# Repeating measurement of observables?

• iharuyuki
In summary: By assumption, the states of F and G are eigenstates of the operator for the two observables. Therefore, Alice can predict what Bob will measure.
iharuyuki
I have a question on my homework set and I'm not sure the principle behind it:
1. Alice measured an observable F (a matrix) and passed the measured system immediately to another experimentalist, Bob, who is going to measure another observable G. Alice claims that she can deduce the experiment outcome of Bob without Bob telling her what his outcome is. Can she really do that?

2. Given the observables F and G, suppose Alice measures an observable G first then passes the measured system to Bob, who then measures F. Can Alice deduce Bob's outcome? Can Bob's deduce Alice's?F=
1 0 0
0 1 0
0 0 4

G=
1 0 0
0 5 0
0 0 6

I apologize for the poorly formatted matrices. I'm not sure how to put them in LaTeX.1. I believe Alice cannot deduce the outcome of Bob's experiment (Question: what does "deduce" imply in this context?) because upon measurement the system will collapse into one of its eigenstates which each have a probability of occurring. Thus Alice will not be able to deduce with certainty the result that Bob measured.

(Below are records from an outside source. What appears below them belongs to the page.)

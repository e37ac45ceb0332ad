import csv
import math

import numpy as np
import pytest
from builders import HOUR_MS, START_MS, a_node, a_window, every, readings
from hypothesis import given
from hypothesis import strategies as st

from hub.battery.charges import ChargeSession
from hub.series import EMPTY
from hub.solar.clearsky import ClearSky
from hub.solar.harvest import harvest, harvest_ratio, idle_stretches


def a_sky(power_w=5.0, start_h=8.0, end_h=16.0):
    """A clear sky of constant power between two hours, in steps of 5 min."""
    time_ms = START_MS + 150_000 + 300_000 * np.arange(288)
    hours = (time_ms - START_MS) / HOUR_MS
    power = np.where((hours > start_h) & (hours < end_h), power_w, 0.0)
    return ClearSky(time_ms, power, np.full(288, 300.0), 10.0)


def a_session(start_h, end_h, full_h=None, cut_h=None):
    ms = lambda h: None if h is None else START_MS + round(HOUR_MS * h)  # noqa: E731
    evidence = {} if cut_h is None else {"charger-cut": {"met": True, "at_ms": ms(cut_h)}}
    return ChargeSession(ms(start_h), ms(end_h), 1.0, 5.0, 0.1, 30.0, "sun-ended", ms(full_h), 0.9, None, evidence)


def test_energy_is_voltage_times_current():
    found = harvest(every(60, 24, panel_voltage=6.0, panel_current=0.5), a_window(), a_node())
    assert found.panel_wh == pytest.approx(72.0)
    assert (found.coverage, found.observed_s) == (1.0, 86_400.0)


@pytest.mark.parametrize(
    "series", [EMPTY, every(60, 24, panel_voltage=6.0), readings([0], panel_voltage=6.0, panel_current=1.0)]
)
def test_what_was_not_observed_is_not_known(series):
    found = harvest(series, a_window(), a_node())
    assert (found.panel_wh, found.coverage) == (None, 0.0)


def test_gaps_lower_the_coverage_and_add_nothing():
    t = np.concatenate((np.arange(0, 6 * 3600 + 1, 60), np.arange(12 * 3600, 24 * 3600 + 1, 60)))
    found = harvest(readings(t, panel_voltage=6.0, panel_current=0.5), a_window(), a_node())
    assert found.coverage == pytest.approx(0.75)
    assert found.panel_wh == pytest.approx(54.0)


def irradiance(path):
    """Minutes of a day and global irradiance in W/m², with the station's own accumulated kWh/m²."""
    with path.open() as file:
        rows = list(csv.DictReader(file))
    names = ("Global PSP [W/m^2]", "Global PSP (Accumulated) [kWhr/m^2]")
    return np.arange(len(rows)) * 60.0, *(np.array([float(row[name]) for row in rows]) for name in names)


def test_a_measured_day_agrees_with_the_stations_own_counter(measured):
    # NREL MIDC, 2018-10-14, by way of pvlib's test data (BSD-3): the station's counter ends at 3.0903 kWh/m². Its first
    # row still shows the day before, and thermopiles read a little below zero at night, which counts as nothing.
    t, watts, counter = irradiance(measured / "irradiance-1min" / "midc_20181014.txt")
    assert counter[0] == 4.61923
    assert watts.min() < 0.0
    found = harvest(readings(t, panel_voltage=1.0, panel_current=watts), a_window(), a_node())
    assert found.panel_wh / 1000.0 == pytest.approx(counter[-1], abs=1e-4)
    assert counter[-1] == 3.0903


def test_the_same_day_split_anywhere_adds_up(measured):
    t, watts, _ = irradiance(measured / "irradiance-1min" / "midc_20181014.txt")
    series = readings(t, panel_voltage=1.0, panel_current=watts)
    whole = harvest(series, a_window(), a_node()).panel_wh
    for cut_h in (0.3, 9.123, 13.777, 23.9):
        parts = [harvest(series, window, a_node()).panel_wh for window in (a_window(0, cut_h), a_window(cut_h, 24))]
        assert math.fsum(parts) == pytest.approx(whole, rel=1e-12)


def test_the_ratio_is_over_the_same_stretches_only():
    # Half the sky's 5 W from 8 to 16 h; readings are missing from 10 to 12 h.
    hours = lambda t: t / 3600.0  # noqa: E731
    power = lambda t: np.where((hours(t) > 8) & (hours(t) < 16), 2.5, 0.0)  # noqa: E731
    t = np.arange(0, 24 * 3600 + 1, 60)
    t = t[(t <= 10 * 3600) | (t >= 12 * 3600)]
    series = readings(t, panel_voltage=1.0, panel_current=power)
    assert harvest_ratio(series, a_window(), a_node(), a_sky()) == pytest.approx(0.5, abs=0.01)


def test_a_full_pack_does_not_make_the_panel_look_bad():
    hours = lambda t: t / 3600.0  # noqa: E731
    power = lambda t: np.where((hours(t) > 8) & (hours(t) < 12), 4.0, 0.0)  # noqa: E731
    series = every(60, 24, panel_voltage=1.0, panel_current=power)
    window = a_window()
    assert harvest_ratio(series, window, a_node(), a_sky()) == pytest.approx(0.4, abs=0.01)
    idle = idle_stretches([a_session(8, 12, full_h=12.0)], window)
    assert harvest_ratio(series, window, a_node(), a_sky(), idle) == pytest.approx(0.8, abs=0.01)


def test_without_enough_sun_there_is_no_ratio():
    series = every(60, 24, panel_voltage=1.0, panel_current=0.1)
    assert harvest_ratio(series, a_window(), a_node(), a_sky(end_h=8.15)) is None
    assert harvest_ratio(EMPTY, a_window(), a_node(), a_sky()) is None
    everything = [(START_MS, START_MS + 24 * HOUR_MS)]
    assert harvest_ratio(series, a_window(), a_node(), a_sky(), everything) is None


def test_idle_is_from_full_or_cut_to_the_next_session():
    window = a_window(0, 24)
    sessions = [a_session(13, 17, cut_h=16), a_session(8, 12, full_h=11.0, cut_h=11.5), a_session(18, 19)]
    idle = [((a - START_MS) / HOUR_MS, (b - START_MS) / HOUR_MS) for a, b in idle_stretches(sessions, window)]
    assert idle == [(11.0, 13.0), (16.0, 18.0)]
    assert idle_stretches([a_session(-8, -4, full_h=-5.0)], window) == [(window.start_ms, window.end_ms)]
    assert idle_stretches([], window) == []


@given(st.lists(st.tuples(st.integers(0, 24), st.integers(0, 24)), max_size=4))
def test_idle_stretches_in_any_order_and_overlap_never_count_twice(pairs):
    idle = [(START_MS + a * HOUR_MS, START_MS + b * HOUR_MS) for a, b in pairs if a < b]
    left = 24 - len({hour for a, b in pairs if a < b for hour in range(a, b)})
    series = every(600, 24, panel_voltage=1.0, panel_current=3.0)
    found = harvest_ratio(series, a_window(), a_node(interval_s=600.0), a_sky(6.0, 0.0, 24.0), idle)
    assert found == (pytest.approx(0.5, abs=0.02) if left else None)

2. I believe the same principle applies and neither of them can deduce each other's outcome.

Are my answers correct? Thank you.

iharuyuki said:
1. I believe Alice cannot deduce the outcome of Bob's experiment (Question: what does "deduce" imply in this context?) because upon measurement the system will collapse into one of its eigenstates which each have a probability of occurring. Thus Alice will not be able to deduce with certainty the result that Bob measured.

2. I believe the same principle applies and neither of them can deduce each other's outcome.

Are my answers correct? Thank you.
No, but really all you're doing is asserting your answers here. Alice makes a measurement, and as a result, the system collapses into some state. Somehow from there, you jumped to Alice can't deduce what Bob will measure. What's your reasoning here?

vela said:
No, but really all you're doing is asserting your answers here. Alice makes a measurement, and as a result, the system collapses into some state. Somehow from there, you jumped to Alice can't deduce what Bob will measure. What's your reasoning here?

Thank you. Let me try again.

1. Once Bob's conducts his experiment, upon measurement, the system will collapse into one of its eigenstates which each have a probability of occurring. Since there is a certain probability of each state occurring, and each measurement could possibly result in a different eigenstate, there is no guarantee that Alice's method of deduction would lead her to the state of Bob's experiment, as each experiment is independent. Thus Alice will not be able to deduce with certainty the result that Bob measured.

If the operators for two observables commute, the observables share a common set of eigenfunctions. If this is the case, then Alice can predict what Bob will measure.

iharuyuki said:
1. Once Bob's conducts his experiment, upon measurement, the system will collapse into one of its eigenstates which each have a probability of occurring. Since there is a certain probability of each state occurring, and each measurement could possibly result in a different eigenstate, there is no guarantee that Alice's method of deduction would lead her to the state of Bob's experiment, as each experiment is independent. Thus Alice will not be able to deduce with certainty the result that Bob measured.
Each experiment isn't independent. It's the same system. Alice measures F first, leaving it in some state, and then Bob immediately measures G.

## 1. What is the purpose of repeating measurements of observables?

The purpose of repeating measurements of observables is to ensure the accuracy and reliability of the data collected. By taking multiple measurements, any errors or inconsistencies can be identified and accounted for, resulting in more precise and trustworthy results.

## 2. How many times should measurements be repeated?

The number of times measurements should be repeated depends on the specific experiment and the level of precision required. Typically, a minimum of three repetitions is recommended, but more repetitions may be necessary for highly variable or complex systems.

## 3. How do you determine the uncertainty in repeated measurements?

The uncertainty in repeated measurements can be determined by calculating the standard deviation or the standard error of the mean. These statistical measures indicate the degree of variability or precision in the data and can help determine the reliability of the results.

## 4. What is the difference between precision and accuracy in repeated measurements?

Precision refers to how close the measurements are to each other, while accuracy refers to how close the measurements are to the true or expected value. Repeating measurements can improve precision by reducing random errors, but it does not guarantee accuracy, which can be affected by systematic errors.

## 5. How do you account for outliers in repeated measurements?

If there are outliers, or extreme values, in repeated measurements, they can be identified and removed before calculating the average or mean value. However, it is important to first investigate the cause of the outlier to determine if it is a valid data point or if it was the result of an error that should be accounted for in the analysis.